PB: Animammersa  è una associazione culturale che nasce a L’Aquila il 6 aprile 2009 con il terremoto (ufficialmente si costituisce a novembre 2009). Quattro vecchi amici si ritrovano, quattro artisti di differenti estrazioni culturali ma tutti legati da un unico filo: la competenza, l’amicizia, la stima e la loro città.

La disgregazione sociale, il vuoto che la distruzione della città ha provocato, ci spingono a farci portatori di quelle radici tradizionali su cui si basa l’identità di un popolo; decidiamo così di dar voce a questo popolo e mettiamo su una serie di spettacoli e concerti che parlano delle vicende aquilane (Lettere dall’Aquila, La conta d’Aquila, Il terremoto delle donne, Aquilane, Memoriter).

Oggi, cultura, arte e sociale sono i temi su cui si incardina il lavoro dell’associazione che cerca nella sperimentazione artistica la via per proporre una visione originale e profonda della realtà che ci circonda.

METTIAMOCI UNA PEZZA | Allestimento di Finale Emilia – Mirandola 2013

Io: Tra i molti progetti di cui vi occupate c’è METTIAMOCI UNA PEZZA. Ce lo racconti?

PB: Mettiamoci una pezza nasce per caso nel gennaio 2012 sfogliando una rivista di arte. C’era un articolo sullo Yarn Bombing americano, su questi movimenti che rivestivano con la lana gli arredi urbani delle città.

E’ stato illuminante!!! Noi avevamo una città intera, chiusa, presidiata dall’esercito, distrutta, da tappezzare, e non come abbellimento ma come denuncia dello stato delle cose.

Così elaboriamo il progetto e lo lanciamo in rete a febbraio (lo trovate a questo link: https://mettiamociunapezza.wordpress.com/2012/02/08/hello-world/ )

Risultato, più di 5000 pezze arrivate da tutto il mondo pronte per l’allestimento del 6 aprile, più tutte quelle della zona. Fantastico, se calcoli che avevamo montato le macchine per fare la maglia perché avevamo paura che non arrivasse nulla, e già ci vedevamo a fare le nottate “smacchinando”. C’era il postino che non ne poteva più, mi faceva tre, quattro scarichi al giorno di decine di pacchi.

Un’esperienza meravigliosa.

Io: È un modo di fare politica attiva attraverso un intervento creativo o è qualcosa in più o di diverso?

PB: Ogni azione pubblica è politica.

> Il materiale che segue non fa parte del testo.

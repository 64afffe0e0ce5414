"""What work at the bench leaves open, put on the job's closing-up list by the work itself, and taken off by it."""

from datetime import datetime

from django.utils.translation import gettext as _

from logbook.people.models import Person
from logbook.work.models import ClosingItem, Task
from logbook.work.services import close_item, open_item
from measurements.kind import CRANKED, TURNED_BY_HAND, UNDER_AIR, Kind

from .models import Act, Measurement
from .words import station_title


def opened_by_pass(kind: Kind) -> list[str]:
    """What a pass of a kind opens: by the state of the engine it needs, and by what it is adjusted with."""
    by_state = {
        TURNED_BY_HAND: [_("covers off"), _("bar on the crank")],
        CRANKED: [_("plugs or injectors out"), _("gauge adapter in a cylinder")],
        UNDER_AIR: [_("plugs or injectors out"), _("adapter in a cylinder"), _("air line on"), _("crank held")],
    }
    feelers = [_("feeler leaves out")] if "turn_screw" in kind.acts else []
    return by_state.get(kind.lock_state, []) + feelers


def locknut_at(station: str) -> str:
    """The item of a locknut that is loose until the station is measured as left."""
    return _("locknut loose: %(station)s") % {"station": station_title(station)}


def note_opened(measurement: Measurement, kind: Kind, *, by: Person, at: datetime) -> None:
    """Put what a pass opens on the list; a loose part has no engine to close up."""
    order = measurement.task.work_order
    if order.engine_id is not None:
        for what in opened_by_pass(kind):
            open_item(order, by=by, at=at, what=what)


def note_act(act: Act, kind: Kind, adjustment: str, *, by: Person, at: datetime) -> None:
    """A screw was turned: its locknut counts as loose until the as-left is measured with it tight."""
    if "turn_screw" in kind.acts and adjustment == "screw":
        open_item(act.task.work_order, by=by, at=at, what=locknut_at(act.station))


def note_left(task: Task, station: str, *, by: Person, at: datetime) -> None:
    """Measured as left with the locknut tight: the item is closed."""
    what = locknut_at(station)
    for item in ClosingItem.objects.filter(work_order=task.work_order_id, what=what, closed_at=None):
        close_item(item, by=by, at=at)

Mettiamoci una pezza è politica, denuncia, sociale, arte, attenzione, creatività ma soprattutto è una rete che parte dal basso e si propaga in tutto il mondo e che sfata il luogo comune che fare la maglia è per passare il tempo e da donne.

Le ragnatele | Allestimento 2014 | ph.credit R.Di Masci

Io: Qual è stata la risposta delle comunità locali in questi anni?

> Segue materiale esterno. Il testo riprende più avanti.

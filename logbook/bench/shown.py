"""What the bench page shows: the station in hand, the reading just kept, the plan view, the title block."""

from collections.abc import Mapping, Sequence
from dataclasses import dataclass
from datetime import datetime

from django.utils.safestring import SafeString
from django.utils.translation import gettext as _
from django.utils.translation import gettext_lazy

from logbook.core.figures import uncertainty
from logbook.core.plan_view import StationMark, dial, plan_view
from logbook.core.ruler import Mark, ruler
from measurements.units import convert, find_unit

from .at_work import AS_FOUND, AtWork
from .judging import day_in
from .models import Finding, Measurement, Reading
from .queries import last_visit
from .steps import Step
from .words import act_words, ago_words, limit_words, station_title, value_as_typed, value_words, verdict_words

PHASES = {Measurement.Phase.AS_FOUND: gettext_lazy("as found"), Measurement.Phase.AS_LEFT: gettext_lazy("as left")}


@dataclass(frozen=True)
class Last:
    """What a station was on the job before: its value for the ghost on the ruler, and the same in words."""

    finding: Finding
    words: str

    def in_unit(self, unit: str) -> float | None:
        """Its value in a unit; None where it is of another dimension."""
        value, own = self.finding.judgement["value"], find_unit(self.finding.judgement["unit"])
        other = find_unit(unit)
        return convert(value, own, other) if own.dimension == other.dimension else None


def last_of(work: AtWork, station: str, at: datetime) -> Last | None:
    """Look a station's last visit up and say it: "left at 0.40 mm, 412 h ago"."""
    pass_ = work.current
    found = last_visit(work.task, station, pass_.opened_at if pass_ else at)
    if found is None:
        return None
    shop, judgement = work.task.work_order.shop, found.judgement
    earlier = found.measurement
    hours = None
    if pass_ and None not in (pass_.engine_hours, earlier.engine_hours):
        hours = pass_.engine_hours - earlier.engine_hours
    told = {"value": f"{value_as_typed(judgement, shop.decimal_mark)} {judgement['unit']}",
            "ago": ago_words(hours, (day_in(shop, at) - day_in(shop, earlier.opened_at)).days)}  # fmt: skip
    said = _("found at %(value)s, %(ago)s") if earlier.phase == AS_FOUND else _("left at %(value)s, %(ago)s")
    return Last(found, said % told)


@dataclass(frozen=True)
class Station:
    """A station in hand: what is entered there, against what, and what stands there already."""

    work: AtWork
    name: str
    phase: str
    last: Last | None

    @property
    def title(self) -> str:
        """Its name, the largest thing on the page after the value."""
        return station_title(self.name)

    @property
    def characteristic(self) -> object:
        """What is entered."""
        return self.work.characteristic(self.name)

    @property
    def unit(self) -> str:
        """Unit taken where none is typed: the limit's, else the kind's own."""
        found = self.work.limit(self.name)
        return found[0].unit.symbol if found else self.characteristic.unit

    @property
    def told(self) -> list[str]:
        """Setting zone, limits and the last visit."""
        found = self.work.limit(self.name)
        limits = [limit_words(found[1])] if found else [_("no limit given")]
        return limits + ([self.last.words] if self.last else [])

    @property
    def readings(self) -> Sequence[Reading]:
        """What stands here in this phase."""
        return self.work.answered(self.phase).get(self.name, [])

    @property
    def finding(self) -> Finding | None:
        """What it was found to be so far."""
        return self.work.finding(self.phase, self.name)

    @property
    def is_witnessed(self) -> bool:
        """Tell whether somebody from outside is to see this reading."""
        return self.name in self.work.task.witnessed_stations

    @property
    def picture(self) -> SafeString:
        """The ruler: what stands here with its whisker, the last visit as a ghost; before a reading the limits alone."""
        if self.finding is not None and self.finding.judgement["value"] is not None:
            return picture_of(self.finding, self.last)
        found = self.work.limit(self.name)
        if found is None:
            return SafeString("")
        limit, line = found
        ends = ("set_lower", "set_upper") if self.phase != AS_FOUND and limit.has_setting_zone else ("lower", "upper")
        lower, upper = (limit.figure(name, limit.unit) for name in ends)
        label = f"{self.title}: {limit_words(line)}" + (f"; {self.last.words}" if self.last else "")
        return ruler(lower, upper, 0.0, ghosts(self.last, limit.unit.symbol), label)


def ghosts(last: Last | None, unit: str) -> list[Mark]:
    """The last visit's reading as a ghost."""
    value = last.in_unit(unit) if last else None
    return [] if value is None else [Mark(value, role="last")]


def picture_of(finding: Finding, last: Last | None) -> SafeString:
    """The ruler of a finding."""
    told = finding.judgement
    if told["value"] is None or told["verdict"] == "no_limit":
        return SafeString("")
    mark = Mark(told["value"], told["expanded_uncertainty"], told["verdict"])
    label = f"{station_title(finding.station)}: {value_words(told)}, {verdict_words(told)}"
    return ruler(told["lower"], told["upper"], told["guard_band"], [*ghosts(last, told["unit"]), mark], label)


@dataclass(frozen=True)
class Kept:
    """A reading just kept, with what it was found to be."""

    reading: Reading
    finding: Finding | None
    last: Last | None
    mark: str

    @property
    def title(self) -> str:
        return station_title(self.reading.station)

    @property
    def phase(self) -> str:
        return PHASES[self.reading.measurement.phase]

    @property
    def value(self) -> str:
        return value_words(self.finding.judgement, self.mark)

    @property
    def verdict(self) -> str:
        return verdict_words(self.finding.judgement, self.mark)

    @property
    def acts(self) -> list[str]:
        """The acts it calls for, in words."""
        return [act_words(act, self.mark) for act in self.finding.judgement.get("acts", [])]

    @property
    def picture(self) -> SafeString:
        return picture_of(self.finding, self.last)

    @property
    def wants_another(self) -> bool:
        """Tell whether a second look would settle a close call."""
        needs = self.finding.judgement["needs"] if self.finding else None
        return bool(needs and needs["repeats"])


def drawn_plan(work: AtWork, step: Step) -> SafeString:
    """The plan view with what was found so far; heavy rings are what this stop reaches."""
    mark = work.task.work_order.shop.decimal_mark
    marks = {station: mark_of(finding, mark) for station, finding in work.judged.items()}
    reach = step.stop.stations if step.stop and step.stop.mark else ()
    return plan_view(work.engine, marks, reach, step.station or None, order=work.route.stations)


def mark_of(finding: Finding, mark: str) -> StationMark:
    """A finding as the plan view shows it."""
    told = finding.judgement
    below = None not in (told["value"], told["lower"]) and told["value"] < told["lower"]
    return StationMark(value_as_typed(told, mark), told["verdict"], bool(below))


def drawn_dial(work: AtWork) -> SafeString:
    """The dial with the stops, the one where the crank stands filled."""
    stops = [stop for stop in work.route.stops if stop.crank_angle is not None]
    places = [stop.mark for stop in stops]
    at = work.task.work_order.crank_at
    return dial(stops, places.index(at) if at in places else None)


def gauge_words(work: AtWork, finding: Finding | None) -> str:
    """The gauge, and what it leaves open of this reading."""
    pass_ = work.current
    if pass_ is None or pass_.gauge is None:
        return "–" if work.task.done_at else _("none named")
    told = finding.judgement if finding else {}
    if not told.get("expanded_uncertainty"):
        return str(pass_.gauge)
    wide = uncertainty(told["expanded_uncertainty"], work.task.work_order.shop.decimal_mark)
    return _("%(gauge)s, ±%(wide)s %(unit)s this reading") % {"gauge": pass_.gauge, "wide": wide, "unit": told["unit"]}


def conditions_words(measurement: Measurement, titles: Mapping[str, str]) -> list[tuple[str, str]]:
    """How a pass is taken, in words."""
    return [(titles.get(name, name), plain(value)) for name, value in measurement.conditions.items()]


def plain(value: object) -> str:
    """A condition as a person reads it."""
    if isinstance(value, bool):
        return _("yes") if value else _("no")
    if isinstance(value, Mapping):
        return "; ".join(f"{name}: {plain(inner)}" for name, inner in value.items())
    return ", ".join(map(str, value)) if isinstance(value, list) else str(value).replace("_", " ")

PB: Ottima anche se la risposta maggiore viene da fuori, non solo da tutta Italia ma anche da gran parte dell’Europa e oltre oceano.

Io: Chi partecipa al progetto: artisti, artigiani o chiunque può prendervi parte?

PB: Il progetto è aperto a tutti, uomini, donne, bambini, artisti, artigiani, scuole, industrie, comuni, associazioni, tanta gente ha partecipato prendendo per la prima volta l’uncinetto in mano. Io stessa di uncinetto non ne sapevo nulla!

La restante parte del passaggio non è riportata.